5曲の中では,後半最後に演奏された1番が曲の構成的にも,いちばんガッチリとした聴きごたえがありました。ピリッとした切れ味の良い音,くっきりとした歌が続く第2楽章,疾走感のある第3楽章と,次のモーツァルトの時代などにつながるような,協奏曲らしい協奏曲となっていました。

それ以外の曲もすべて,急ー緩ー急の構成で,2楽章だけがアダージョになったり,ラルゴになったり,シチリアーノになったり...とバリエーションがありました。元々は他の楽器のための協奏曲をクラヴィーア用に編曲したものばかりで,第3番と第7番はそれぞれ,ヴァイオリン協奏曲第2番と1番が原曲です。ヴァイオリン版は実演で何回か聴いたことがありますが,やはり,ヒューイットさんの演奏の作り出す音楽が何とも言えず優雅で,ヴァイオリンで聴く時とは一味違った,たっぷりした質感が良いなと思いました。

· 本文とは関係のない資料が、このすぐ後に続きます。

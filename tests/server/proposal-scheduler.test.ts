import { beforeEach, describe, expect, it } from "vitest";
import { testStorage } from "../helpers/app";
import { testSequelize, truncateAll } from "../helpers/db";
import { approvedQuoteWorld, homeowner, sendQuote } from "../helpers/proposal-world";
import { AuditEvent, Job, Proposal, Quote, QuoteRevision } from "../../server/models/index";
import { OutboxMessage } from "../../server/models/mail.models";
import { runSchedulerOnce, type SchedulerContext } from "../../server/services/proposal-scheduler";

beforeEach(truncateAll);

const DAY = 86_400_000;
const ctx = (): SchedulerContext => ({ sequelize: testSequelize(), storage: testStorage(), reminderDaysBefore: 3 });

async function sent() {
  const w = await approvedQuoteWorld();
  const { token } = await sendQuote(w);
  const p = (await Proposal.findOne())!;
  return { ...w, token, p };
}

describe("runSchedulerOnce", () => {
  it("sends one reminder within REMINDER_DAYS_BEFORE days of expiry, with the PDF; a second run sends none", async () => {
    const w = await sent();
    const early = new Date(w.p.expiresAt.getTime() - 5 * DAY);
    expect(await runSchedulerOnce(ctx(), early)).toEqual({ expired: 0, reminded: 0 });
    const due = new Date(w.p.expiresAt.getTime() - 2 * DAY);
    expect(await runSchedulerOnce(ctx(), due)).toEqual({ expired: 0, reminded: 1 });
    expect(await runSchedulerOnce(ctx(), new Date(due.getTime() + 60_000))).toEqual({ expired: 0, reminded: 0 });
    const mails = await OutboxMessage.findAll({ where: { kind: "proposal_reminder" } });
    expect(mails).toHaveLength(1);
    expect(mails[0].toAddresses).toEqual([w.p.sentTo]);
    expect(mails[0].subject).toContain(w.quote.number);
    expect(mails[0].attachments).toHaveLength(1);
    expect((await Proposal.findByPk(w.p.id))!.reminderSentAt).not.toBeNull();
  });

  it("expires a proposal past its date: link 404, quote → expired, job → lost; a second run changes nothing", async () => {
    const w = await sent();
    const after = new Date(w.p.expiresAt.getTime() + 60_000);
    expect(await runSchedulerOnce(ctx(), after)).toEqual({ expired: 1, reminded: 0 });
    expect(await runSchedulerOnce(ctx(), after)).toEqual({ expired: 0, reminded: 0 });
    expect((await Proposal.findByPk(w.p.id))!.status).toBe("expired");
    expect((await Quote.findByPk(w.quoteId))!.status).toBe("expired");
    expect((await QuoteRevision.findByPk(w.p.revisionId))!.status).toBe("expired");
    expect((await Job.findByPk(w.job.id))!.status).toBe("lost");
    expect(await AuditEvent.count({ where: { action: "expired" } })).toBe(1);
    expect((await homeowner(w.app).get(`/api/proposals/${w.token}`)).status).toBe(404);
    expect(await OutboxMessage.count({ where: { kind: "proposal_reminder" } })).toBe(0); // expired: no reminder
  });

  it("leaves the job alone when a newer revision of the quote exists", async () => {
    const w = await sent();
    const res = await w.estimator.agent.post(`/api/quotes/${w.quoteId}/revise`).set("X-CSRF-Token", w.estimator.token);
    expect(res.status).toBe(201);
    await runSchedulerOnce(ctx(), new Date(w.p.expiresAt.getTime() + 60_000));
    expect((await Proposal.findByPk(w.p.id))!.status).toBe("expired");
    expect((await Quote.findByPk(w.quoteId))!.status).toBe("draft");
    expect((await Job.findByPk(w.job.id))!.status).toBe("proposed");
  });

  it("two schedulers at once make each change once", async () => {
    const w = await sent();
    const w2 = await approvedQuoteWorld({ app: w.app });
    await sendQuote(w2);
    const second = (await Proposal.findOne({ where: { quoteId: w2.quoteId } }))!;
    // One proposal due for a reminder, the other past its expiry.
    await second.update({ expiresAt: new Date(w.p.expiresAt.getTime() - 10 * DAY) });
    const now = new Date(w.p.expiresAt.getTime() - 2 * DAY);
    const results = await Promise.all([runSchedulerOnce(ctx(), now), runSchedulerOnce(ctx(), now), runSchedulerOnce(ctx(), now)]);
    expect(results.reduce((s, r) => s + r.reminded, 0)).toBe(1);
    expect(results.reduce((s, r) => s + r.expired, 0)).toBe(1);
    expect(await OutboxMessage.count({ where: { kind: "proposal_reminder" } })).toBe(1);
    expect(await AuditEvent.count({ where: { action: "expired" } })).toBe(1);
    expect(await AuditEvent.count({ where: { action: "reminder_sent" } })).toBe(1);
  });
});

ヒューイットさんは全曲の演奏が終わった後,大きく手を広げたまま,しばらくストップモーションになっていましたが,そのポーズにぴったりの高貴な雰囲気が曲の後にスッと残るような心地よさがありました。

第5番の第2楽章「ラルゴ」は,特に有名な曲です。スイングルシンガーズというヴォーカルグループがこの楽章を歌ったもので馴染んでいたので,実は「ダバダー」という声が頭の中で鳴ってしまっていたのですが,シンプルで静謐な美しさのある原曲の味わいも絶品だと思いました。チェンバロで聴くよりも,少しロマンティックな香りが香る感じだったかもしれません。

というわけで,「2年間待っていた」待望の公演をしっかりと楽しむことができました。今回の共演をきっかけに,ヒューイットさんには是非,金沢にもう一度来ていただきたいですね。